取材の現場から 薬のネット販売は効能不十分 効果はケンコーコム株価上昇

セクター 取材の現場から 連載


ケンコーコム(3325) 週足

ケンコーコム(3325) 週足

アベノミクス「第3の矢」のサプライズはいまひとつだった。発表会見時点から株価も下がり、マーケットの失望が如実に表れた。

「それもそのはずで、目玉が薬のネット販売なんだから。最高裁が全面自由化の判決を出しているのに、どう規制を加えるかを議論していた。まやかしの規制緩和だ」(経産官僚OB)

薬のネット販売は2009年に、第一類と第二類医薬品が禁止された。これに対しケンコーコム(3325・東マ)とウェルネットが行政訴訟を起こし、楽天(4755・JQ)ヤフー(4689)もネット上で100万件以上の署名を集めて援護射撃。結果、今年1月13日に最高裁がネット販売禁止は違法との判断を出し、ケンコーコムは同日午後から、第一類と第二類のネット販売を再開した。

その時点で100%解禁のはずなのに、改めて「成長戦略」として議論をやり直していたわけだ。

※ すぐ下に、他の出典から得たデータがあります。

//! Per-instruction cycle tables for the Cortex-M4F and a throughput model of
//! the Cortex-M7, each with the published source it comes from.

use super::classify::Class;

/// The core a cycle figure is for.
#[derive(Debug, Clone, Copy, PartialEq, Eq)]
pub enum Core {
    /// Cortex-M4 with FPv4-SP.
    M4,
    /// Cortex-M7 with a single- and double-precision FPU.
    M7,
}

/// Pipeline refill after a taken branch with an immediate target (the P in
/// "1 + P", P = 1 to 3): Arm Cortex-M4 Technical Reference Manual (DDI 0439),
/// section 3.3, instruction timings (from memory, as in docs/references.md). We take
/// the usual case, 1.
pub const M4_REFILL_IMMEDIATE: u32 = 1;
/// Refill after a branch through a register or a load to the PC; the TRM
/// gives 1 to 3, and such branches normally take the longer refill (from
/// memory): we take 2.
pub const M4_REFILL_REGISTER: u32 = 2;

/// Cortex-M4F cycles of one executed instruction at zero wait states.
///
/// Sources, as listed in docs/references.md:
/// - FPU: Arm Cortex-M4 TRM (DDI 0439), FPU instruction timing table, as
///   reproduced in TI SWCU192 (CC13x2/CC26x2 TRM, 2021) Table 3-27:
///   VADD/VSUB/VMUL/VNMUL 1; VMLA/VMLS/VNMLA/VNMLS 3; VFMA family 3;
///   VDIV 14; VSQRT 14 (from memory); VLDR .F32 2, .F64 3; VSTR 2 (from
///   memory); VLDM/VPOP and VSTM/VPUSH 1 + N (from memory); VMOV core to FP
///   2, immediate or FP to FP 1; VMRS/VMSR, VCMP, VCVT, VABS, VNEG 1.
/// - Integer: Cortex-M4 TRM section 3.3 (same sources): ALU, MUL, MLA, UMULL
///   1; SDIV/UDIV 2 to 12 (we take 7, the middle, and say so in reports);
///   a write to the PC 1 + P; `STR` 1; LDR alone 2, pipelined behind a
///   neighbouring single load or store 1; LDM/STM 1 + N (from memory).
/// - IT: counted as 1, although the M4 can fold it into a preceding 16-bit
///   instruction (TRM section 3.3, from memory): an upper figure.
///
/// `taken` says whether a branch left its block for somewhere other than the
/// next instruction; `after_memory` whether the previous instruction in
/// the block was a single load or store.
pub fn m4_cycles(class: Class, taken: bool, after_memory: bool) -> u32 {
    match class {
        Class::FpAdd | Class::FpMul => 1,
        Class::FpMac | Class::FpFused => 3,
        Class::FpDiv | Class::FpSqrt => 14,
        Class::FpLoad | Class::FpStore => 2,
        Class::FpLoadDouble => 3,
        Class::FpLoadMulti(n) | Class::FpStoreMulti(n) => 1 + u32::from(n),
        Class::FpMoveCore => 2,
        Class::FpMove | Class::FpOther => 1,
        Class::IntAlu | Class::IntMul | Class::It | Class::Other => 1,
        Class::IntDiv => 7,
        Class::Load => {
            if after_memory {
                1
            } else {
                2
            }
        }
        Class::Store => 1,
        Class::LoadMulti(n) | Class::StoreMulti(n) => 1 + u32::from(n),
        Class::Branch => {
            if taken {
                1 + M4_REFILL_IMMEDIATE
            } else {
                1
            }
        }
        Class::BranchIndirect(n) => {
            // A register branch always changes the flow; a load into the PC
            // also pays for its loads.
            let load = if n > 0 { 1 + u32::from(n) } else { 1 };
            load + M4_REFILL_REGISTER
        }
    }
}

/// The Cortex-M7 latencies of LLVM's scheduling model (ARMScheduleM7.td),
/// f32 / f64: add 3 / 4, mul 3 / 7, VMLA and VFMA 6 / 11, VDIV 16 / 30,
/// VSQRT 16 / 30; f64 operations occupy both FP ports. Arm publishes no
/// per-instruction table for the M7.
///
/// The estimate built from it is a throughput bound: the M7 issues up to two
/// instructions per cycle, at most one of them a load or store and one an
/// FP operation (f64 ones take both ports), and divide and square root block
/// the FP unit for their latency. Dependency stalls are not modelled, so the
/// figure is optimistic; branch refills are taken as 1 cycle each (the M7's
/// predictor hides most of them; from memory).
#[derive(Debug, Clone, Copy, Default, PartialEq)]
pub struct M7Throughput {
    issue: f64,
    fp: f64,
    memory: f64,
    branch: f64,
}

impl M7Throughput {
    /// Adds `count` executions of an instruction of `class`.
    pub fn add(&mut self, class: Class, count: u64, taken: u64) {
        let c = count as f64;
        self.issue += c * 0.5;
        match class {
            Class::FpAdd | Class::FpMul | Class::FpMac | Class::FpFused | Class::FpOther => {
                self.fp += c;
            }
            Class::FpDiv | Class::FpSqrt => self.fp += c * 16.0,
            Class::FpLoad | Class::FpStore | Class::FpLoadDouble | Class::Load | Class::Store => {
                self.memory += c;
            }
            Class::FpLoadMulti(n)
            | Class::FpStoreMulti(n)
            | Class::LoadMulti(n)
            | Class::StoreMulti(n) => self.memory += c * f64::from(n).max(1.0) / 2.0,
            Class::BranchIndirect(n) => {
                self.memory += c * f64::from(n) / 2.0;
                self.branch += c;
            }
            Class::Branch => self.branch += taken as f64,
            Class::IntDiv => self.issue += c * 6.0,
            _ => {}
        }
    }

    /// The estimated cycles: the busiest resource plus branch refills.
    pub fn cycles(&self) -> f64 {
        self.issue.max(self.fp).max(self.memory) + self.branch
    }
}

#[cfg(test)]
mod tests {
    use super::*;
    use crate::cost::classify::classify;

    /// Cycles of a straight-line listing on the M4, with the pipelining rule.
    fn listing_cycles(lines: &[(&str, &str)]) -> u32 {
        let mut prev_mem = false;
        let mut total = 0;
        for (m, o) in lines {
            let c = classify(m, o);
            total += m4_cycles(c, false, prev_mem);
            prev_mem = c.is_single_memory();
        }
        total
    }

    #[test]
    fn m4_fpu_table_values() {
        // TI SWCU192 Table 3-27 (Cortex-M4 TRM FPU timing): VADD 1, VMUL 1,
        // VMLA 3, VFMA 3, VDIV 14, VLDR 2, VPUSH of 16 words 17.
        assert_eq!(
            m4_cycles(classify("vadd.f32", "s0, s1, s2"), false, false),
            1
        );
        assert_eq!(
            m4_cycles(classify("vmul.f32", "s0, s1, s2"), false, false),
            1
        );
        assert_eq!(
            m4_cycles(classify("vmla.f32", "s0, s1, s2"), false, false),
            3
        );
        assert_eq!(
            m4_cycles(classify("vfma.f32", "s0, s1, s2"), false, false),
            3
        );
        assert_eq!(
            m4_cycles(classify("vdiv.f32", "s0, s1, s2"), false, false),
            14
        );
        assert_eq!(m4_cycles(classify("vldr", "s0, [r0]"), false, false), 2);
        assert_eq!(
            m4_cycles(
                classify("vpush", "{d8, d9, d10, d11, d12, d13, d14, d15}"),
                false,
                false
            ),
            17
        );
        assert_eq!(m4_cycles(classify("vmov", "r0, s0"), false, false), 2);
    }

    #[test]
    fn m4_multiply_add_costs_more_than_split_form() {
        // docs/references.md (measured here): without -C target-cpu=cortex-m4,
        // rustc emits VMLA (3 cycles) where VMUL + VADD (2 cycles) is cheaper.
        let fused = listing_cycles(&[("vmla.f32", "s0, s1, s2")]);
        let split = listing_cycles(&[("vmul.f32", "s3, s1, s2"), ("vadd.f32", "s0, s0, s3")]);
        assert_eq!((fused, split), (3, 2));
    }

    #[test]
    fn m4_integer_and_branch_rules() {
        // Cortex-M4 TRM 3.3 (from memory): consecutive LDRs pipeline, so
        // three loads cost 2 + 1 + 1; a taken immediate branch 1 + P = 2, not
        // taken 1; POP {r4, pc} loads two words then refills: 1 + 2 + 2.
        let loads = listing_cycles(&[
            ("ldr", "r0, [r1]"),
            ("ldr", "r2, [r1, #4]"),
            ("ldr", "r3, [r1, #8]"),
        ]);
        assert_eq!(loads, 4);
        assert_eq!(m4_cycles(Class::Branch, true, false), 2);
        assert_eq!(m4_cycles(Class::Branch, false, false), 1);
        assert_eq!(m4_cycles(classify("pop", "{r4, pc}"), true, false), 5);
        assert_eq!(m4_cycles(classify("bx", "lr"), true, false), 3);
        assert_eq!(
            m4_cycles(classify("push", "{r4, r5, r6, r7, lr}"), false, false),
            6
        );
    }

    #[test]
    fn m7_throughput_bound_is_below_the_m4_for_integer_code() {
        // Dual issue (LLVM ARMScheduleM7.td): four ALU operations issue in
        // two cycles; an FP divide holds the FP unit for 16.
        let mut t = M7Throughput::default();
        t.add(Class::IntAlu, 4, 0);
        assert!((t.cycles() - 2.0).abs() < 1e-12);
        let mut d = M7Throughput::default();
        d.add(Class::FpDiv, 1, 0);
        assert!((d.cycles() - 16.0).abs() < 1e-12);
    }
}
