/// Reads a sheet from its path (or standard input).
fn read_target(target: &Target, limits: &ReadLimits) -> Result<SheetSource, String> {
    if let Some(problem) = &target.problem {
        return Err(problem.clone());
    }
    let Some(path) = &target.path else {
        return read_sheet("-", limits);
    };
    let label = &target.label;
    let text = limits.read_file(path, label, FileKind::Sheet)?;
    Ok(SheetSource {
        label: label.clone(),
        text,
    })
}

/// What became of one sheet.
struct SheetReport {
    label: String,
    evaluation: Option<Evaluation>,
    unreadable: Option<String>,
    moved: Vec<Moved>,
    /// Named values the earlier run did not have: `(line, name)`.
    added: Vec<(u64, String)>,
    /// Input files whose hash differs from the earlier run's, or that came or went.
    input_changes: Vec<InputChange>,
    /// Every file the run read, with its hash.
    inputs: Vec<InputFile>,
    /// `--require-signoff` and the sheet names no checker.
    unsigned: bool,
    /// `--against` was given.
    compared: bool,
    /// `--against` was given but the earlier run has no such sheet.
    no_earlier: bool,
    code: u8,
}

impl SheetReport {
    fn counts(&self) -> Counts {
        let Some(evaluation) = &self.evaluation else {
            return Counts {
                errors: 1,
                ..Counts::default()
            };
        };
        let mut counts = Counts::default();
        for line in &evaluation.lines {
            match &line.result {
                LineResult::Value(_) => counts.values += 1,
                LineResult::Check(check) => {
                    counts.checks += 1;
                    if check.passed {
                        counts.passed += 1;
                    }
                }
                _ => {}
            }
        }
        counts.warnings = warning_count(evaluation);
        counts.errors = evaluation
            .diagnostics
            .iter()
            .filter(|diagnostic| diagnostic.severity == Severity::Error)
            .count();
        counts.moved = self.moved.len() + self.added.len() + usize::from(self.no_earlier);
        counts
    }

    fn status(&self) -> &'static str {
        match self.code {
            exit::OK => "ok",
            exit::CHECK_FAILED => "failed",
            _ => "error",
        }
    }
}

#[derive(Default, Clone, Copy)]
struct Counts {
    values: usize,
    checks: usize,
    passed: usize,
    errors: usize,
    warnings: usize,
    moved: usize,
}

/// An SI value in full (shortest text that reads back to the same double), in exponent form
/// when it is very small or large.
fn exact(value: f64) -> String {
    let magnitude = value.abs();
    if magnitude == 0.0 || (1e-3..1e7).contains(&magnitude) {
        format!("{value}")
    } else {
        format!("{value:e}")
    }
}

fn plural(count: usize, one: &str, many: &str) -> String {
    format!("{count} {}", if count == 1 { one } else { many })
}

/// Runs `check`; returns the exit code.
pub fn run(out: &mut dyn Write, arguments: &CheckArgs, options: RenderOptions) -> io::Result<u8> {
    let earlier = match &arguments.against {
        Some(path) => match Earlier::load(path) {
            Ok(earlier) => Some(earlier),
            Err(message) => {
                crate::stderr_line!("error: {message}");
                return Ok(exit::SHEET_ERROR);
            }
        },
        None => None,
    };
    let tolerance = arguments.tolerance.unwrap_or(DEFAULT_TOLERANCE);
    let targets = targets(&arguments.paths);
    let json = options.format == Format::Json;
    let color = !json && io::stdout().is_terminal() && std::env::var_os("NO_COLOR").is_none();
    // Standard input is read here, in argument order, so that a second `-` still finds it empty
    // whichever thread gets to it first.
    let items: Vec<(&Target, Option<Result<SheetSource, String>>)> = targets
        .iter()
        .map(|target| {
            let from_stdin = target.path.is_none() && target.problem.is_none();
            let read = from_stdin.then(|| read_target(target, &arguments.limits.read_limits()));
            (target, read)
        })
        .collect();
    // The sheets share the cores: each gets its share for its own parse and long columns.
    let cores = crate::eval::available_cores();
    let settings = Settings {
        threads: (cores / items.len().clamp(1, cores)).max(1),
        ..arguments.limits.settings()
    };
    let check_one = |(target, read_before): &(&Target, Option<Result<SheetSource, String>>)| {
        let target: &Target = target;
        let read = match read_before {
            Some(read) => read.clone(),
            None => read_target(target, &arguments.limits.read_limits()),
        };
        match read {
            Err(message) => SheetReport {
                label: target.label.clone(),
                evaluation: None,
                unreadable: Some(message),
                moved: Vec::new(),
                added: Vec::new(),
                input_changes: Vec::new(),
                inputs: Vec::new(),
                unsigned: false,
                compared: false,
                no_earlier: false,
                code: exit::SHEET_ERROR,
            },
            Ok(source) => {
                let (evaluation, read) = super::evaluate_file_reading(
                    &source,
                    target.path.as_deref(),
                    arguments.allow_outside,
                    arguments.deny_warnings,
                    &settings,
                    &arguments.limits.read_limits(),
                );
                let inputs = super::all_inputs(&source, &read);
                let mut code = exit_code_for(&evaluation);
                let title = evaluation
                    .fields
                    .iter()
                    .rev()
                    .find(|field| field.name == "title")
                    .map(|field| field.text.as_str());
                let mut moved = Vec::new();
                let mut added = Vec::new();
                let mut input_changes = Vec::new();
                let mut no_earlier = false;
                if let Some(earlier) = &earlier {
                    match earlier.find(
                        &target.label,
                        target.path.as_deref(),
                        targets.len(),
                        target.relative.as_deref(),
                        title,
                    ) {
                        Some(sheet) => {
                            moved = compare(sheet, &evaluation, tolerance);
                            added = added_names(sheet, &evaluation);
                            input_changes = compare_inputs(sheet, &inputs);
                        }
                        None => no_earlier = true,
                    }
                }
                let unsigned = arguments.require_signoff
                    && !evaluation
                        .fields
                        .iter()
                        .any(|field| field.name == "checker" && !field.text.is_empty());
                let changed = !moved.is_empty()
                    || !added.is_empty()
                    || !input_changes.is_empty()
                    || no_earlier
                    || unsigned;
                if changed && code == exit::OK {
                    code = exit::CHECK_FAILED;
                }
                SheetReport {
                    label: target.label.clone(),
                    evaluation: Some(evaluation),
                    unreadable: None,
                    moved,
                    added,
                    input_changes,
                    inputs,
                    unsigned,
                    compared: earlier.is_some(),
                    no_earlier,
                    code,
                }
            }
        }
    };
    // Each sheet's report is printed (or turned into its JSON) as soon as the sheets before
    // it are done, then dropped: only its counts stay.
    let mut summaries = Vec::with_capacity(targets.len());
    let mut sheets_json = Vec::new();
    super::in_order::map_in_order(&items, check_one, |report: SheetReport| {
        if json {
            sheets_json.push(sheet_json(&report));
        } else {
            write_text(out, &report, options, color, tolerance)?;
        }
        summaries.push(Summary {
            code: report.code,
            counts: report.counts(),
        });
        Ok(())
    })?;
    let worst = summaries
        .iter()
        .map(|summary| summary.code)
        .max()
        .unwrap_or(exit::OK);
    let total = Total::of(&summaries);
    if json {
        let document = CheckDocument {
            sheets: sheets_json,
            total,
            exit_code: worst,
        };
        writeln!(
            out,
            "{}",
            serde_json::to_string_pretty(&document).map_err(io::Error::other)?
        )?;
    } else {
        writeln!(out, "{}", total.line(earlier.is_some()))?;
    }
    Ok(worst)
}
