/// Bouwer and Rice's slug test, with the polynomial fits of their curves.
pub static BOUWER_RICE: Formulation = Formulation {
    id: "bouwer-rice-1976",
    title: "Bouwer-Rice slug test, K = r_c^2 ln(R_e / r_w) / (2 L_e t) ln(y0 / y)",
    citation: "Bouwer, H. and Rice, R. C., 1976, A slug test for determining hydraulic \
conductivity of unconfined aquifers with completely or partially penetrating wells, Water \
Resources Research 12(3), 423-428; coefficients A, B and C by the polynomial fits of the \
published curves in Van Rooy, D., 1988, Ground Water 26(1) (coefficients from memory)",
    validity: "a well screened over L_e with its bottom L_w below the water table in an \
unconfined aquifer of saturated thickness D (L_e <= L_w <= D); L_e / r_w from 4 to 2500, \
the span of the published curves; ln((D - L_w) / r_w) limited to 6 as published; negligible \
storage",
    ranges: &[],
};

/// e^(−1): at this normalised head the time read is Hvorslev's basic time lag.
const BASIC_TIME_LAG_RATIO: f64 = 0.367_879_441_171_442_33;

const CASING_RADIUS: Parameter = Parameter::new(
    "rc",
    "the casing radius where the water level moves",
    LENGTH,
    Domain::Positive,
);
const SCREEN_LENGTH: Parameter =
    Parameter::new("Le", "the screen length", LENGTH, Domain::Positive);
const TIME_SINCE_START: Parameter = Parameter::new(
    "t",
    "the time since the slug was added",
    TIME,
    Domain::Positive,
);
const HEAD_RATIO: Parameter = Parameter::new(
    "ratio",
    "the normalised head h/h0 read at t",
    DIMENSIONLESS,
    Domain::OpenFraction,
)
.or(BASIC_TIME_LAG_RATIO);
const CONDUCTIVITY: Parameter =
    Parameter::new("K", "a hydraulic conductivity", VELOCITY, Domain::Positive);
const WELL_RADIUS: Parameter = Parameter::new(
    "rw",
    "the radius of the screen with its filter pack",
    LENGTH,
    Domain::Positive,
);
const WELL_DEPTH: Parameter = Parameter::new(
    "Lw",
    "the depth of the screen bottom below the water table",
    LENGTH,
    Domain::Positive,
);
const AQUIFER_THICKNESS: Parameter = Parameter::new(
    "D",
    "the saturated thickness of the aquifer",
    LENGTH,
    Domain::Positive,
);

pub static RELATIONS: &[Relation] = &[
    Relation {
        name: "hvorslev_conductivity",
        summary: "K = rc^2 ln(Le / R) / (2 Le t) ln(1 / ratio) (m/s) from the normalised head \
ratio = h/h0 at time t (left out: 1/e, so t is the basic time lag); Le / R > 8; Hvorslev 1951",
        forms: &[Form {
            parameters: &[
                CASING_RADIUS,
                Parameter::new("R", "the screen radius", LENGTH, Domain::Positive),
                SCREEN_LENGTH,
                TIME_SINCE_START,
                HEAD_RATIO,
            ],
            result: VELOCITY,
            unit: "m/s",
            formulations: &[&HVORSLEV],
            formula: "K = rc^2 * ln(Le / R) / (2 * Le * t) * ln(1 / ratio)",
            example: "hvorslev_conductivity(2.5 cm, 5 cm, 1.5 m, 300 s)",
            body: hvorslev_conductivity,
        }],
    },
    Relation {
        name: "hvorslev_head_ratio",
        summary: "normalised head h/h0 = exp(-2 K Le t / (rc^2 ln(Le / R))) at time t of a \
slug test (for fitting K to a record); Le / R > 8; Hvorslev 1951",
        forms: &[Form {
            parameters: &[
                CONDUCTIVITY,
                CASING_RADIUS,
                Parameter::new("R", "the screen radius", LENGTH, Domain::Positive),
                SCREEN_LENGTH,
                TIME_SINCE_START,
            ],
            result: DIMENSIONLESS,
            unit: "1",
            formulations: &[&HVORSLEV],
            formula: "h/h0 = exp(-2 * K * Le * t / (rc^2 * ln(Le / R)))",
            example: "hvorslev_head_ratio(1e-6 m/s, 2.5 cm, 5 cm, 1.5 m, 300 s)",
            body: hvorslev_head_ratio,
        }],
    },
    Relation {
        name: "bouwer_rice_conductivity",
        summary: "K = rc^2 ln(Re / rw) / (2 Le t) ln(1 / ratio) (m/s) from the normalised head \
ratio = y/y0 at time t (left out: 1/e); Le <= Lw <= D; Bouwer & Rice 1976",
        forms: &[Form {
            parameters: &[
                CASING_RADIUS,
                WELL_RADIUS,
                SCREEN_LENGTH,
                WELL_DEPTH,
                AQUIFER_THICKNESS,
                TIME_SINCE_START,
                HEAD_RATIO,
            ],
            result: VELOCITY,
            unit: "m/s",
            formulations: &[&BOUWER_RICE],
            formula: "K = rc^2 * ln(Re / rw) / (2 * Le * t) * ln(1 / ratio), ln(Re / rw) from rw, Le, Lw, D",
            example: "bouwer_rice_conductivity(5 cm, 10 cm, 3 m, 5 m, 20 m, 120 s, 0.3)",
            body: bouwer_rice_conductivity,
        }],
    },
    Relation {
        name: "bouwer_rice_head_ratio",
        summary: "normalised head y/y0 = exp(-2 K Le t / (rc^2 ln(Re / rw))) at time t of a \
slug test (for fitting K to a record); Bouwer & Rice 1976",
        forms: &[Form {
            parameters: &[
                CONDUCTIVITY,
                CASING_RADIUS,
                WELL_RADIUS,
                SCREEN_LENGTH,
                WELL_DEPTH,
                AQUIFER_THICKNESS,
                TIME_SINCE_START,
            ],
            result: DIMENSIONLESS,
            unit: "1",
            formulations: &[&BOUWER_RICE],
            formula: "y/y0 = exp(-2 * K * Le * t / (rc^2 * ln(Re / rw))), ln(Re / rw) from rw, Le, Lw, D",
            example: "bouwer_rice_head_ratio(1e-5 m/s, 5 cm, 10 cm, 3 m, 5 m, 20 m, 120 s)",
            body: bouwer_rice_head_ratio,
        }],
    },
];

/// Hvorslev's shape factor term ln(Le / R), refused where Le / R ≤ 8 (argument `Le`).
fn hvorslev_shape(screen_radius: f64, screen_length: f64, index: usize) -> Result<f64, CallError> {
    let ratio = screen_length / screen_radius;
    if ratio <= 8.0 {
        return Err(CallError::OutOfRange {
            argument: Some(index),
            message: format!(
                "Le / R = {} is not above 8, where Hvorslev's simplified shape factor holds",
                crate::numeric::message_number(ratio)
            ),
        });
    }
    Ok(ratio.ln())
}

fn hvorslev_conductivity(values: &[f64]) -> Result<f64, CallError> {
    let [casing, screen_radius, screen_length, time, ratio] = arguments(values);
    let shape = hvorslev_shape(screen_radius, screen_length, 2)?;
    Ok(casing * casing * shape / (2.0 * screen_length * time) * (1.0 / ratio).ln())
}

fn hvorslev_head_ratio(values: &[f64]) -> Result<f64, CallError> {
    let [conductivity, casing, screen_radius, screen_length, time] = arguments(values);
    let shape = hvorslev_shape(screen_radius, screen_length, 3)?;
    Ok((-2.0 * conductivity * screen_length * time / (casing * casing * shape)).exp())
}
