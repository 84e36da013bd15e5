-- Edited by hand after drizzle-kit generate: one ALTER, so that the new columns exist before the
-- new primary key names them, and household_id's foreign key keeps an index throughout.
ALTER TABLE `idempotency_keys`
  ADD `user_id` varchar(36) DEFAULT '' NOT NULL,
  ADD `request_hash` char(64) DEFAULT '' NOT NULL,
  DROP PRIMARY KEY,
  ADD PRIMARY KEY(`household_id`,`user_id`,`key`);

一方で厚労省は、「一般用医薬品のインターネット販売等の新たなルールに関する検討会」を2月に立ち上げ、何としても規制を残すべく行動を開始。5月31日に検討会は両論併記の報告書をまとめ、結論を先送り。最高裁判決から見れば、明らかな後退だった。だからこそ、第3の矢による100%緩和をネット業界は期待したが、第一類の25品目が除外され、満額回答とはいかないようだ。

そもそも、薬のネット販売はアベノミクスが掲げるデフレ脱却や景気回復に資するものなのだろうか。ネット販売を解禁しても、大勢の国民が薬を、がばがば飲むようにはならないから、薬の増産にはつながらず、雇用増効果は期待できない。ネット業界はもうかるが、ドラッグストアは売り上げを奪われ、雇用悪化の可能性もある。ネット販売は価格が売り物だから、物価上昇にも逆行するかもしれない。

自民党自身もそう主張している。支援組織である日本薬剤師会の手前、ネット販売解禁には消極的だからだ。参院選を重視する議員らは、「ネット販売は景気に役に立たない」とアピール。

一方で、アベノミクスで選挙を戦いたい議員は、ネット販売を自民党の実績として掲げたい意向を主張。内部がもめている。

自民党のネット販売解禁に反対する陣営からは、次のような声も上がっている。

「ネット販売が話題になったのは、楽天の三木谷社長があおったからだ。結果、子会社のケンコーコムの株価は急上昇。何だかんだ言って、楽天が一番得している」。

マーケットがしらけるのも、無理もない。